Friday, March 26, 2010

Some kernel tweaks to aid Cassandra under a high concurrency environment

For the past couple of weeks I have been trouble shooting some Cassandra issues where data would not make it to Cassandra.

Graph of various tracked Exceptions

The image above graphs all the exceptions that are produced from Cassandra. The two big lines are

Transport Exceptions (te) - meaning that Cassandra could not answer the request think of this as MAX Connection errors in mySQL.

Unavailable Exceptions (ue) - meaning that Cassandra could answer the request but the "storage engine" cannot do anything with it because its busy doing something like communicating with other nodes or maintenance like a node cleanup.

So how did I get the graph to drop to 0? After looking at the error logs, I saw that Cassandra was getting flooded with SYN Requests and the kernel thought that it was a SYN Flood and did this

possible SYN flooding on port 9160. Sending cookies.
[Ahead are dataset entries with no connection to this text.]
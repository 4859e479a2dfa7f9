import type { ActReversed, MovementReversed, VesselChangeView } from '#shared/schemas/ledger'
import type { LedgerAct, LedgerRow } from './ledgerLines'
import { refreshVessels } from './useVessel'

export type Correction = ReturnType<typeof useCorrection>

/** Striking a line of the ledger out, or all lines of its act: why, and what that changed. */
export function useCorrection(vessel: () => { id: string, name: string } | null) {
  const acts = useActs()
  const api = useApi()
  const asked = shallowRef<{ act: LedgerAct, row: LedgerRow } | null>(null)
  /** What it changed, once it is done. */
  const changed = shallowRef<VesselChangeView[] | null>(null)
  const names = shallowRef<Record<string, string>>({})
  const id = ref(newId())

  const form = useForm({
    initial: (): { whole: 'line' | 'act', reason: string } => ({ whole: 'line', reason: '' }),
    async send({ whole, reason }): Promise<VesselChangeView[]> {
      const what = asked.value
      if (what === null) return []
      const { changed } = whole === 'act'
        ? await acts.reverseAct(what.act.id, { id: id.value, reason })
        : await api<MovementReversed>(`/api/movements/${what.row.line.id}/reverse`, { method: 'POST', body: { id: id.value, reason } })
      return changed
    },
    async done(result) {
      names.value = { ...namesIn(asked.value), ...(vessel() ? { [vessel()?.id ?? '']: vessel()?.name ?? '' } : {}) }
      changed.value = result
      await refreshVessels()
    },
  })

  function ask(act: LedgerAct, row: LedgerRow): void {
    id.value = newId()
    changed.value = null
    Object.assign(form.values, { whole: 'line', reason: '' })
    asked.value = { act, row }
  }

  return { asked, changed, names, form, ask, close: () => (asked.value = null) }
}

/** The names of the vessels that the lines of an act speak of. */
function namesIn(asked: { act: LedgerAct } | null): Record<string, string> {
  const lines = asked?.act.rows.map(({ line }) => line) ?? []
  return Object.fromEntries(lines.flatMap(({ vesselId, vesselName, toVesselId, toVesselName }) => [[vesselId, vesselName], ...toVesselId !== null && toVesselName !== null ? [[toVesselId, toVesselName]] : []]))
}

/** What is recorded of the beer, and how it is struck out. */
export function useActs() {
  const api = useApi()

  function reverseAct(actId: string, body: { id: string, reason: string }): Promise<ActReversed> {
    return api(`/api/acts/${actId}/reverse`, { method: 'POST', body })
  }

  return { reverseAct }
}
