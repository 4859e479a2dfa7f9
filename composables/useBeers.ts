import type { BeerView } from '#shared/schemas/brew'
import { beerSigns } from './layers'

/** The beers of the brewery, each with its hatch. */
export function useBeers({ lazy = false } = {}) {
  const api = useApi()
  const ready = useAsyncData('beers', (): Promise<BeerView[]> => api('/api/beers'), { lazy })
  const { data: list, error, refresh } = ready
  const beers = computed(() => beerSigns(list.value ?? []))
  return { list, beers, error, refresh, ready }
}
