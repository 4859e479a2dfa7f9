import type { ImportReport, LineFault } from '#shared/schemas/ledger'
import { isProblem } from './problem'
import { refreshVessels } from './useVessel'

/** Where a reading stands: nothing chosen, at work, told, or come to nothing. */
export type ImportState
  = | { kind: 'none' }
    | { kind: 'working', line: number, of: number, keeping: boolean }
    | { kind: 'told', report: ImportReport }
    | { kind: 'failed', why: string }

/** Taking in a ledger file: tried at once, kept only when every line is good, and stopped at any time. */
export function useLedgerImport() {
  const { me } = useMe()
  const router = useRouter()
  const file = shallowRef<File | null>(null)
  const state = shallowRef<ImportState>({ kind: 'none' })
  let stopping: AbortController | null = null

  async function choose(chosen: File): Promise<void> {
    file.value = chosen
    await run(true)
  }

  async function run(dryRun: boolean): Promise<void> {
    const chosen = file.value
    if (chosen === null) return
    stopping?.abort()
    const mine = stopping = new AbortController()
    const tell = (next: ImportState) => {
      if (stopping === mine) state.value = next
    }
    try {
      const of = (await chosen.text()).split('\n').filter(line => line.trim() !== '').length
      const at = (line: number) => tell({ kind: 'working', line, of, keeping: !dryRun })
      at(0)
      const response = await fetch(`/api/ledger/import?dryRun=${dryRun}`, {
        method: 'POST', headers: { 'content-type': 'text/csv', 'accept': 'application/x-ndjson' }, body: new Blob([chosen]), signal: mine.signal,
      })
      if (response.status === 401 && me.value) {
        me.value = null
        await router.push({ path: '/sign-in', query: { next: '/ledger' } })
        return
      }
      tell(outcome(await lastLine(response, at)))
      if (!dryRun) await refreshVessels()
    }
    catch {
      const why = mine.signal.aborted ? 'It was stopped.' : 'There is no network, or the file can no longer be read.'
      // Of a file that is sent again, what was kept the first time is passed over.
      tell({ kind: 'failed', why: `${why} ${dryRun ? 'Nothing was kept.' : 'Try it now: if it was kept already, nothing is kept twice.'}` })
    }
  }

  /** Breaks the reading off. */
  function stop(): void {
    stopping?.abort()
  }

  onBeforeUnmount(stop)

  return { file, state, choose, tryAgain: () => run(true), keep: () => run(false), stop }
}

/** Reads an answer line by line: how far it has come, and at the end the report or the problem. */
async function lastLine(response: Response, at: (line: number) => void): Promise<unknown> {
  const reader = response.body?.pipeThrough(new TextDecoderStream()).getReader()
  let rest = ''
  let last: unknown = null
  const take = (text: string) => {
    if (text.trim() === '') return
    last = JSON.parse(text)
    if (isRecord(last) && typeof last.line === 'number') at(last.line)
  }
  for (let part = await reader?.read(); part && !part.done; part = await reader?.read()) {
    const lines = (rest + part.value).split('\n')
    rest = lines.pop() ?? ''
    lines.forEach(take)
  }
  take(rest)
  return last
}

function outcome(answer: unknown): ImportState {
  if (isReport(answer)) return { kind: 'told', report: answer }
  if (!isProblem(answer)) return { kind: 'failed', why: 'Undercroft did not answer as it should. Nothing was kept.' }
  // What came between the trial and the keeping may have made a line wrong: it is told as the trial tells it.
  const faults = answer.errors.flatMap(({ line, column, message }): LineFault[] => line === undefined ? [] : [{ line, column: column ?? '', message }])
  const counted = { lines: 0, movements: 0, brews: 0, notes: 0, reversals: 0, moreErrors: 0, ...answer }
  if (faults.length > 0) return { kind: 'told', report: { lines: counted.lines, movements: counted.movements, brews: counted.brews, notes: counted.notes, reversals: counted.reversals, kept: false, errors: faults, moreErrors: counted.moreErrors } }
  return { kind: 'failed', why: `${answer.detail} Nothing was kept.` }
}

function isReport(value: unknown): value is ImportReport {
  return isRecord(value) && typeof value.kept === 'boolean' && typeof value.lines === 'number' && Array.isArray(value.errors)
}

function isRecord(value: unknown): value is Record<string, unknown> {
  return typeof value === 'object' && value !== null
}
To stop this the puppet profile was changed to have

sysctl -w net.ipv4.tcp_max_syn_backlog=4096
sysctl -w net.ipv4.tcp_syncookies=0

Next looking into the Cassandra log which I defined to exist in /var/log/cassandra/system.log

WARN [TCP Selector Manager] 2010-03-26 02:46:31,619 (line 53) Exception was generated at : 03/26/2010 02:
Too many open files Too many open files

Then noticed that
ulimit -n == 1024

thus I changed
/etc/security/limits.conf so that It's at a server setting by adding this:

* - nofile 8000

Now my Transport Exceptions and Unavailable Exceptions are gone and data is being written to it consistently.
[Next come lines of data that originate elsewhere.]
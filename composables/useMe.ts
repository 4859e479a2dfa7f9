import type { Ability } from '#shared/abilities'
import { can } from '#shared/abilities'
import type { Me } from '#shared/schemas/auth'

/** Who is signed in. `undefined` until it has been asked, `null` when nobody is. */
export function useMe() {
  const me = useState<Me | null | undefined>('me', () => undefined)
  const role = computed(() => me.value?.role ?? null)

  /** Whether the person may do something. Only for what is shown: the server asks again. */
  function may(ability: Ability): boolean {
    return role.value !== null && can(role.value, ability)
  }

  return { me, role, may }
}
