import { v7 as newId } from 'uuid'
import type { Tx } from '#server/database/client'
import { auditEvents } from '#server/database/schema/index'

export interface AuditEntry {
  /** What was done, a noun and a verb: `vessel.created`. */
  action: string
  subject?: { kind: string, id: string }
  detail?: Record<string, unknown>
}

/** The part of a `Work` that the trail needs. */
interface Author {
  tx: Tx
  brewery: { id: string }
  person: { id: string } | null
  now: Date
}

/** Add to the trail of who did what, in the transaction of the deed itself. */
export async function audit({ tx, brewery, person, now }: Author, { action, subject, detail }: AuditEntry): Promise<void> {
  await tx.insert(auditEvents).values({
    breweryId: brewery.id,
    id: newId(),
    at: now,
    personId: person?.id ?? null,
    action,
    subjectKind: subject?.kind ?? null,
    subjectId: subject?.id ?? null,
    detail: detail ?? null,
  })
}
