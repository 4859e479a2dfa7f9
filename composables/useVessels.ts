import { v7 } from 'uuid'
import type { VesselChange, VesselView } from '#shared/schemas/vessel'
import { failReading } from './problem'

/** A value of a vessel's form as it is sent: a number field that holds no number goes as it was typed, for the server to speak of. */
type AsTyped<Values> = { [Field in keyof Values]: Values[Field] extends number | undefined ? number | string | undefined : Values[Field] }
export type VesselValues = AsTyped<{ name: string, kind: VesselView['kind'], workingLitres: number, wood: boolean, walkingOrder?: number }>

const KEY = 'vessels'

/**
 * All vessels of the cellar, in walking order, with their layers. `ready` is there for a page that cannot begin without them.
 *
 * @param on the day to look back to; null for today
 */
export function useVessels({ lazy = false, on = () => null }: { lazy?: boolean, on?: () => string | null } = {}) {
  const api = useApi()
  const ready = useAsyncData(
    () => on() === null ? KEY : `${KEY} on ${on()}`,
    (): Promise<VesselView[]> => api<VesselView[]>('/api/vessels', { query: { layers: 'true', ...onQuery(on()) } }).catch(failReading),
    { lazy },
  )
  const { data: vessels, error, status, refresh } = ready
  /** Why they could not be read, in a sentence. */
  const why = computed(() => error.value?.message)
  return { vessels, why, status, refresh, ready }
}

/** The day of a question, if it is not today. */
export function onQuery(on: string | null): { on?: string } {
  return on === null ? {} : { on }
}

/** What may be done to a vessel. Each answers with the vessel as it then is. */
export function useVesselActs() {
  const api = useApi()

  function add(id: string, values: VesselValues): Promise<VesselView> {
    return api('/api/vessels', { method: 'POST', body: { id, ...values } })
  }

  function change(id: string, version: VesselChange['version'], values: Partial<VesselValues>): Promise<VesselView> {
    return api(`/api/vessels/${id}`, { method: 'PATCH', body: { version, ...values } })
  }

  async function takeAway({ id, version }: Pick<VesselView, 'id' | 'version'>): Promise<void> {
    await api(`/api/vessels/${id}`, { method: 'DELETE', query: { version } })
  }

  /** Puts a vessel that was taken away back, under an id of its own: the old one is spent. */
  function putBack({ name, kind, workingLitres, wood, walkingOrder }: VesselView): Promise<VesselView> {
    return add(newId(), { name, kind, workingLitres, wood, walkingOrder })
  }

  return { add, change, takeAway, putBack, refresh: () => refreshNuxtData(KEY) }
}

/** An id for something that this browser makes. */
export function newId(): string {
  return v7()
}
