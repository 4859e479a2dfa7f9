import { and, eq, gt, isNull, sql } from 'drizzle-orm'
import type { Me } from '#shared/schemas/auth'
import type { SetUp } from '#shared/schemas/setUp'
import { fieldFault, Fault } from '#shared/types/fault'
import type { Database, Tx } from '#server/database/client'
import { openPerson, withoutBrewery } from '#server/database/door'
import { anyBrewery, breweriesOf } from '#server/database/queries/people'
import { tokens } from '#server/database/schema/index'
import { presentMe } from '#server/presenters/me'
import { hashPassword, inTurn, requireUncommon } from '#server/security/passwords'
import { hashToken, tidyCode } from '#server/security/secrets'
import { recordAttempt, requireFewFailures, type Attempt } from './attempts'
import { foundBrewery } from './foundBrewery'
import { openSession } from './session'
import type { Caller } from './signIn'

/** One number for all that set up the same installation: the second waits for the first, and finds it done. */
const LOCK = 7_306_122

/** Make the first brewery of an empty installation and sign its owner in. Opened by the one-time code that the start printed. */
export async function setUpBrewery(database: Database, input: SetUp, caller: Caller): Promise<{ token: string, me: Me }> {
  const { now } = caller
  const codeHash = hashToken(tidyCode(input.code))
  const attempt: Attempt = { kind: 'setUp', accountHash: caller.accountHash, addressHash: caller.addressHash }

  return inTurn(async () => {
    const good = await withoutBrewery(database, async (tx) => {
      await requireFewFailures(tx, attempt, now)
      await requireEmpty(tx)
      const right = await codeIsGood(tx, codeHash, now)
      if (!right) await recordAttempt(tx, attempt, false, now)
      return right
    })
    if (!good) throw wrongCode()
    requireUncommon(input.password, [input.email, input.email.split('@')[0] ?? '', input.name, input.breweryName])
    const passwordHash = await hashPassword(input.password)

    return withoutBrewery(database, async (tx) => {
      await tx.execute(sql`select pg_advisory_xact_lock(${LOCK})`)
      await requireEmpty(tx)
      await useCode(tx, codeHash, now)
      const { person, brewery } = await foundBrewery(tx, { breweryName: input.breweryName, timeZone: input.timeZone, owner: { name: input.name, email: input.email, passwordHash } }, now)
      await openPerson(tx, person.id)
      const token = await openSession(tx, person.id, brewery.id, caller.oldSessionHash, now)
      return { token, me: presentMe(person, brewery.id, await breweriesOf(tx, person.id, now), now) }
    })
  })
}

async function requireEmpty(tx: Tx): Promise<void> {
  if (await anyBrewery(tx)) throw new Fault('notFound', 'This cellar is set up already.')
}

const goodCode = (codeHash: string, now: Date) => and(eq(tokens.kind, 'setUp'), eq(tokens.hash, codeHash), isNull(tokens.usedAt), gt(tokens.expiresAt, now))

async function codeIsGood(tx: Tx, codeHash: string, now: Date): Promise<boolean> {
  const rows = await tx.select({ id: tokens.id }).from(tokens).where(goodCode(codeHash, now))
  return rows.length > 0
}

async function useCode(tx: Tx, codeHash: string, now: Date): Promise<void> {
  const rows = await tx.update(tokens).set({ usedAt: now }).where(goodCode(codeHash, now)).returning({ id: tokens.id })
  if (rows.length === 0) throw wrongCode()
}

function wrongCode(): Fault {
  return fieldFault('code', 'This code does not open the set-up. It stands where Undercroft was started, and a new start prints a new one.')
}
There are many other ways of doing the same thing, I could have modified my init script or did some other stuff but I choose this way. Default Distros set kernel and limits fields too low: settings for desktop levels.


Jonathan Ellis said...

Are you pooling your Thrift connections client-side? It sounds like you're not. Connection-per-request is going to give you really bad performance.

Dathan Vance Pattishall said...

An F5 Loadbalancer is in front of it. I can turn on Persistent connections but the connect itself is less then 3 ms. Plus with a persistent connection I don't get an even distribution of requests among each node. I'll give it a try yet connect fetch close seems to work really well. With a 20ms over head of range reads I'm really not going to see a reduction in R(t).

Mark Robson said...

Presumably this is in a test environment, right?

How are you generating the test loads, can we see the load test client code or some ideas of how the client works?

Dathan Vance Pattishall said...

This is a production environment.
On every api call and page load the client does the following

1. Make a new Connection to the F5 loadbalancer

2. F5 loadbalancer distributes load to a least connected node

3. The server makes the call to its own data structure or to the server that has the hash

4. The server responds to the request

5. The client returns the data and closes the connection.

From connect to query takes 3 ms

From connect to data return takes around 100ms

Most of the time is spent on the read and sort.

To enable a lot of frequent short requests the article enables you to do that.